> **Your objective**: Lines containing the word "source" are the ones to copy from the records below.
[Opening Material supplied section]
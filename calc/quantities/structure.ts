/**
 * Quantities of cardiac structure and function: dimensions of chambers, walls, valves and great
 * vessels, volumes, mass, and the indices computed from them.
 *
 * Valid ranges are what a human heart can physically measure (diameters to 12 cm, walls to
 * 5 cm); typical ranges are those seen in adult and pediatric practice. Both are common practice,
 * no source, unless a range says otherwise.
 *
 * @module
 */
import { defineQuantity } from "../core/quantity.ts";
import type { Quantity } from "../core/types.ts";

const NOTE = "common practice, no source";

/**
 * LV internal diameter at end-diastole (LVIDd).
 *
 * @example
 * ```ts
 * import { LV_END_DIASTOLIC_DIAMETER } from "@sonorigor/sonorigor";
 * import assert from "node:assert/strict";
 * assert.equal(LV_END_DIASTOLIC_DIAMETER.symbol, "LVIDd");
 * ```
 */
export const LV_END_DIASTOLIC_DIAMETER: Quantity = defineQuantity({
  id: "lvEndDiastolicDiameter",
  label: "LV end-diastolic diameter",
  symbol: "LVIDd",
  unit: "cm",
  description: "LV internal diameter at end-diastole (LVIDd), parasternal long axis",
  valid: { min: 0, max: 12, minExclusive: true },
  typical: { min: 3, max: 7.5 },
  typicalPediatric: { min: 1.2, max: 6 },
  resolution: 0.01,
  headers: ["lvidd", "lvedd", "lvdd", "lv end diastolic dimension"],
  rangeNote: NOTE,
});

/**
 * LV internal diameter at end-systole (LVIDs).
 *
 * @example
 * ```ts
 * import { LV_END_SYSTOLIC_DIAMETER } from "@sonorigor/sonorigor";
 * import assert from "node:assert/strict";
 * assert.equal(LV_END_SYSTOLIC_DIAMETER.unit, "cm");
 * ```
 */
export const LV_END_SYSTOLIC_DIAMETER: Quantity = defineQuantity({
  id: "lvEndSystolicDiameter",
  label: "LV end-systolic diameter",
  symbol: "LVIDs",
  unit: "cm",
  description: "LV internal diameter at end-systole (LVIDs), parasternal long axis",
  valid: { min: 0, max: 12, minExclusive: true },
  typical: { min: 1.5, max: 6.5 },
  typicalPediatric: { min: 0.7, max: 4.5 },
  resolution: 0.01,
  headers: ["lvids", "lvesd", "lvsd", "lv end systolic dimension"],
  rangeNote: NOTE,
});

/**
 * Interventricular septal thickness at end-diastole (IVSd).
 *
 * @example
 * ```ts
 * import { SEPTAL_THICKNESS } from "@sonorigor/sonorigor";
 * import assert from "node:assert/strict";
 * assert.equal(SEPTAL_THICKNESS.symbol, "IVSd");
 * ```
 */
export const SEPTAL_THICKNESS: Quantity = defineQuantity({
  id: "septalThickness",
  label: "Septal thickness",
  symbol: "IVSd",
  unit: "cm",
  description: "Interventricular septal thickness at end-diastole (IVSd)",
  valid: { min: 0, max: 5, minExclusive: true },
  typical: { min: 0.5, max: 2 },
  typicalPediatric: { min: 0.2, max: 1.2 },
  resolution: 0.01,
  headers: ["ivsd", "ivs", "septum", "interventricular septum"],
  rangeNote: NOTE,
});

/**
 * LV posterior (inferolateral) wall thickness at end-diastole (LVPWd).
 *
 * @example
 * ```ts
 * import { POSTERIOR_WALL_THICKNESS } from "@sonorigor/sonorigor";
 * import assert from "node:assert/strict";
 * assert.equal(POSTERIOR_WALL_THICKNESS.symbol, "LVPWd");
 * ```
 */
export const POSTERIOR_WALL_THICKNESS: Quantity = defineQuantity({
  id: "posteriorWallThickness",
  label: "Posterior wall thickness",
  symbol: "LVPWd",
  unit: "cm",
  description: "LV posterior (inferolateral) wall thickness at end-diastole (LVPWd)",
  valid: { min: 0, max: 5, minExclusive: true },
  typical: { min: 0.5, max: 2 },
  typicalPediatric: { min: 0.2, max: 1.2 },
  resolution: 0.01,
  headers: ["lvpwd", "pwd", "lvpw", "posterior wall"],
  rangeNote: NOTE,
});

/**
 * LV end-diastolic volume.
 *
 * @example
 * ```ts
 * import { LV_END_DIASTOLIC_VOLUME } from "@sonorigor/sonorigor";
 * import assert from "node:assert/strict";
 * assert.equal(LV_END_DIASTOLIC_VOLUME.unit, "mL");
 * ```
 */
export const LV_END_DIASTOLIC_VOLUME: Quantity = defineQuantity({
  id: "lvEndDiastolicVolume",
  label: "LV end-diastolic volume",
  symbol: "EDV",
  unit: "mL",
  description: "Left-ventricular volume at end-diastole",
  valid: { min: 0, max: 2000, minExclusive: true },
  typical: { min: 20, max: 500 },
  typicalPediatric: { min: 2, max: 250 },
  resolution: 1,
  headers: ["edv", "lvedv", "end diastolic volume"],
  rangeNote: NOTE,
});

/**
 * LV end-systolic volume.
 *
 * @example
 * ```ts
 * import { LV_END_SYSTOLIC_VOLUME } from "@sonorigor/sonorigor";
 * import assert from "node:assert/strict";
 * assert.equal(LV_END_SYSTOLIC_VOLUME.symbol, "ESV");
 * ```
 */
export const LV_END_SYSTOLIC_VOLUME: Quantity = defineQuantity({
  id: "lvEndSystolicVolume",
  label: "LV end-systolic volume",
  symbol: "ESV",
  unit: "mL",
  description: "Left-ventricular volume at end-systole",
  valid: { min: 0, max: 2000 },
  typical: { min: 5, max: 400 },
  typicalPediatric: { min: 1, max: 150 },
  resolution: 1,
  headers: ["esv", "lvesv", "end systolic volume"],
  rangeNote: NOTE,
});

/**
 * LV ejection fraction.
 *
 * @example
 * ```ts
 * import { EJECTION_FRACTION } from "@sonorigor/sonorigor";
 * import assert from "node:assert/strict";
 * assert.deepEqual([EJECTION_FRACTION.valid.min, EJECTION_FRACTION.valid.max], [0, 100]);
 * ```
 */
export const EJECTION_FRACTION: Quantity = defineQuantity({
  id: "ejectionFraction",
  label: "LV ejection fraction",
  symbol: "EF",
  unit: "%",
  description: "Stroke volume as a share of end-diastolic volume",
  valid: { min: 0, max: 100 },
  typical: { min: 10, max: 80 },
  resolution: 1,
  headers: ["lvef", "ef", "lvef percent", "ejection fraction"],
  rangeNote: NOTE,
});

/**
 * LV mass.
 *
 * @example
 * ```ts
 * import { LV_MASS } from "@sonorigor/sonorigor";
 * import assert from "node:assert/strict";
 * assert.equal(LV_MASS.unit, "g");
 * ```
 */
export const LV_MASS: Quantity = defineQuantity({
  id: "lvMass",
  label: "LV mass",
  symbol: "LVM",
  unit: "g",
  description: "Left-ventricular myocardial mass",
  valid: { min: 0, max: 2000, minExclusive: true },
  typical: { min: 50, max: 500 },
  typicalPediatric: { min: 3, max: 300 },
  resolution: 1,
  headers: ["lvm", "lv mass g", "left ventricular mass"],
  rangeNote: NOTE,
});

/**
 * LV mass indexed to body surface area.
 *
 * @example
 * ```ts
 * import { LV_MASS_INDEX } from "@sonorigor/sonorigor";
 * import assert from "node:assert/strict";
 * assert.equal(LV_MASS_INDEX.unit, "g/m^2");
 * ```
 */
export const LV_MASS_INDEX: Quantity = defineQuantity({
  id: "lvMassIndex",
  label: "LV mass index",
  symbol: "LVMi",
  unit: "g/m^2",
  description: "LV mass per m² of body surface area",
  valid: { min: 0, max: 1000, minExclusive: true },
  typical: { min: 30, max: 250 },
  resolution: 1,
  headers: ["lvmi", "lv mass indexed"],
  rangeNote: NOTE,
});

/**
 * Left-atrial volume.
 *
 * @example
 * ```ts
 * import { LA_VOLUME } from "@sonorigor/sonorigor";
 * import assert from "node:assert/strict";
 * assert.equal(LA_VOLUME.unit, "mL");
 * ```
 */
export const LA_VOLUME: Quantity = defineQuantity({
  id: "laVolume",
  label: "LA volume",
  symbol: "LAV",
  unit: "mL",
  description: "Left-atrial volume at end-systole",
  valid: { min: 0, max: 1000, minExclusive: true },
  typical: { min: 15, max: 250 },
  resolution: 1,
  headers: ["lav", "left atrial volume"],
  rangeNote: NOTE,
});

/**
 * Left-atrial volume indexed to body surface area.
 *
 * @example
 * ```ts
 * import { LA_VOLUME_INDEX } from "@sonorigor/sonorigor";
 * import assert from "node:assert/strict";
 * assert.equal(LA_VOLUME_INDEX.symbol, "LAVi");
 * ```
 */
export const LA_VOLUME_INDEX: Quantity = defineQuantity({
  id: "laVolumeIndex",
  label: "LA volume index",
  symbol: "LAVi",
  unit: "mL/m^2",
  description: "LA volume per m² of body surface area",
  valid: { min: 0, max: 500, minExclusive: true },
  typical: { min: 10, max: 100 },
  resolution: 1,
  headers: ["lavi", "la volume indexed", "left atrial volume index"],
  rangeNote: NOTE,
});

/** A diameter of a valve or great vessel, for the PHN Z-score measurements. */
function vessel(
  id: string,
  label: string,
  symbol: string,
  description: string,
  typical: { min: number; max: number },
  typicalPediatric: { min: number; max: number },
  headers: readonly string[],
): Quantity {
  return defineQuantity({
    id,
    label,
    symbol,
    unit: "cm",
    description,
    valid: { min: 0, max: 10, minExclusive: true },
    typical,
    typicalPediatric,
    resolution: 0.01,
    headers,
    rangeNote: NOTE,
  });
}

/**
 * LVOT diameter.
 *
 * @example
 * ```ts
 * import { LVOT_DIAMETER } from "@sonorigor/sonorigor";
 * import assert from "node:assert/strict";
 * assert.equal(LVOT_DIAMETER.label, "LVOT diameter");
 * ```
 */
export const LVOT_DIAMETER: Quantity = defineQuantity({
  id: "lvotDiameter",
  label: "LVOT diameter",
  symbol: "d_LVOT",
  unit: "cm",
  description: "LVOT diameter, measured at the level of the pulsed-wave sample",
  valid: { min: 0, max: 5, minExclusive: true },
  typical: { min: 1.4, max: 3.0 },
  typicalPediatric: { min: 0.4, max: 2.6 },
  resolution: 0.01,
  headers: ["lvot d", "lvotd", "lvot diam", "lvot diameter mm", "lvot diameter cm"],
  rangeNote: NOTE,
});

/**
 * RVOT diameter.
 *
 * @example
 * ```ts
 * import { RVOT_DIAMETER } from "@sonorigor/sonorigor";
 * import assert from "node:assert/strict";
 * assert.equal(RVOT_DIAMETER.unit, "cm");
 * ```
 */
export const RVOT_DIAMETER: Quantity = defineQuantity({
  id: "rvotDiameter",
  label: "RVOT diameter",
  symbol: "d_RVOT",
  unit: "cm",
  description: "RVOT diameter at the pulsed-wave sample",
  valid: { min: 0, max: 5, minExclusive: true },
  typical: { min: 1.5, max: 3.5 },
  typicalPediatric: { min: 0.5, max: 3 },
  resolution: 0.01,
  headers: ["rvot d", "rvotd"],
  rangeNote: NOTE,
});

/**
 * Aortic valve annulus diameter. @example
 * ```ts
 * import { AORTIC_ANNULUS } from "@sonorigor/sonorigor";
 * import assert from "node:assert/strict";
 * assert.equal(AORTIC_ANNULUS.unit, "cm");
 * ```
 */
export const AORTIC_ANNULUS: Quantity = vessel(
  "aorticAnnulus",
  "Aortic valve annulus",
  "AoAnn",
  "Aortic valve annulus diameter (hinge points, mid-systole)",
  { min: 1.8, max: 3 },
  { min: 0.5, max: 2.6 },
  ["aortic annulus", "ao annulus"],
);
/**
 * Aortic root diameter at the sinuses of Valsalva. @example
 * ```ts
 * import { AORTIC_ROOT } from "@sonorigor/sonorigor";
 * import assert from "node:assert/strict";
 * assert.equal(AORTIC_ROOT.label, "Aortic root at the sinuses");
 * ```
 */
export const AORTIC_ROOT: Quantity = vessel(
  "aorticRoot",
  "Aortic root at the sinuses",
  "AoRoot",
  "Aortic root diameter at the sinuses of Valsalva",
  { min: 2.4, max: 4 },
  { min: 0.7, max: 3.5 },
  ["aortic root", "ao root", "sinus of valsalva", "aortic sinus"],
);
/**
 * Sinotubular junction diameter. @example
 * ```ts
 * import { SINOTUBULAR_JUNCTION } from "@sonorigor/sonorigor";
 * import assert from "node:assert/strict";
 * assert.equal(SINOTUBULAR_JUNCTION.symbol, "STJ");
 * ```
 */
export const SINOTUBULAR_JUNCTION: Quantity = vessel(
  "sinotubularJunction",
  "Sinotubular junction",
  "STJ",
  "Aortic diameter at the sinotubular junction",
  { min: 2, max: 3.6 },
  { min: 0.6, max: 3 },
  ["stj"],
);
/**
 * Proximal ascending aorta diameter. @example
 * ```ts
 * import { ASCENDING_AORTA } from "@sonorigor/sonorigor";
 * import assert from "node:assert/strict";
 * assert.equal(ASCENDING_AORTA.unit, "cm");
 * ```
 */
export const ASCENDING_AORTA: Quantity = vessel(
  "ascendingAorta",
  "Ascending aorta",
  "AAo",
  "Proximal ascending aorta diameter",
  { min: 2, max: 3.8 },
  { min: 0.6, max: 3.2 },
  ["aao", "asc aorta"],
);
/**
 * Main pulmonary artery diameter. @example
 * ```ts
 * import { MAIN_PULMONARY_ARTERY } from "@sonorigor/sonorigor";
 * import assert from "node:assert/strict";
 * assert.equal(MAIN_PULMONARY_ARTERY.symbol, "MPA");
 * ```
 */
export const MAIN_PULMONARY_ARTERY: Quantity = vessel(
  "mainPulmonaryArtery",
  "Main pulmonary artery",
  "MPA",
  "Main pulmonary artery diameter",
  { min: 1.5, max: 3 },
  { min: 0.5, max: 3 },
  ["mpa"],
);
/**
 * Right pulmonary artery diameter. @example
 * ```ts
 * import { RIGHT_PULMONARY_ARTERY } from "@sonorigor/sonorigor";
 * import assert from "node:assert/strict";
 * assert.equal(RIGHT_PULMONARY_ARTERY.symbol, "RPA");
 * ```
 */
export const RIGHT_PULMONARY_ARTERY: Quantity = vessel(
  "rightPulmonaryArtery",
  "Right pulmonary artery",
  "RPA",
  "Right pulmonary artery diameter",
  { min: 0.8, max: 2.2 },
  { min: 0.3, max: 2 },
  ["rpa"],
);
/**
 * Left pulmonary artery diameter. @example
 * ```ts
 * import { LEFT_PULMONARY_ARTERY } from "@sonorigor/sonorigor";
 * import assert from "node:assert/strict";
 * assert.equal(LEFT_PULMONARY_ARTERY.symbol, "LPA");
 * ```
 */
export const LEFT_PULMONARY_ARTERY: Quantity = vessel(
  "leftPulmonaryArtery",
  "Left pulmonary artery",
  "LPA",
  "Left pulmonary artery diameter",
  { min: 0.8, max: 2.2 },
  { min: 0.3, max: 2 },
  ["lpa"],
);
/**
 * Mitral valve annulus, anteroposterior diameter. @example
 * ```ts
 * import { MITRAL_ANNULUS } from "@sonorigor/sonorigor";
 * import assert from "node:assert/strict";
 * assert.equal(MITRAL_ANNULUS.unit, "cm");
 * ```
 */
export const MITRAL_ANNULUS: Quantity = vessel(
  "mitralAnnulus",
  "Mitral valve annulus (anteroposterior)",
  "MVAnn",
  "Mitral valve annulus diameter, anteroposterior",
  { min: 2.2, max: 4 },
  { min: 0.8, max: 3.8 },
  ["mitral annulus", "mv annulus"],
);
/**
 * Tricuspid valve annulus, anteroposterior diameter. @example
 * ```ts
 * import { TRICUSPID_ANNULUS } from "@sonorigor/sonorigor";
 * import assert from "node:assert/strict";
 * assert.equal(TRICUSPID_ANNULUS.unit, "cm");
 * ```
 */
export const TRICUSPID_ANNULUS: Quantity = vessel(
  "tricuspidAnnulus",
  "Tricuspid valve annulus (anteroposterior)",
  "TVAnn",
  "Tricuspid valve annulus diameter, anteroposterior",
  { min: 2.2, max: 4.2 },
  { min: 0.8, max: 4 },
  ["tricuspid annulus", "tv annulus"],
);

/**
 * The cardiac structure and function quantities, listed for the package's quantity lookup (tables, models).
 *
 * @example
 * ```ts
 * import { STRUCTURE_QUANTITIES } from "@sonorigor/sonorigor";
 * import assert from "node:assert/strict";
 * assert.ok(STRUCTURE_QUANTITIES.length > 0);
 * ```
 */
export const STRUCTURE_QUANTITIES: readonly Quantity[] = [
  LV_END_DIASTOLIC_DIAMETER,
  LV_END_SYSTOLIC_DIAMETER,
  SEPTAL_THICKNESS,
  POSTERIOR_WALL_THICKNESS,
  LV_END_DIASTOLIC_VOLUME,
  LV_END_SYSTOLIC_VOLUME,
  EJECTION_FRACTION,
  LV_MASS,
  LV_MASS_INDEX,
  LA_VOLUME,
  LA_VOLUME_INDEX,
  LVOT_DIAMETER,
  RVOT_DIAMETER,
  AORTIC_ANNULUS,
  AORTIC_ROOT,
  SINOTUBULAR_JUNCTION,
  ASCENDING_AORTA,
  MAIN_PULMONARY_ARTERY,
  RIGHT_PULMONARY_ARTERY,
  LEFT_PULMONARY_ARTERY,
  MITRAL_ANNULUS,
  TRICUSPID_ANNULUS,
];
[Closing Material supplied section]
> **Solved problem**:
 * no source, unless a range says otherwise.
const NOTE = "common practice, no source";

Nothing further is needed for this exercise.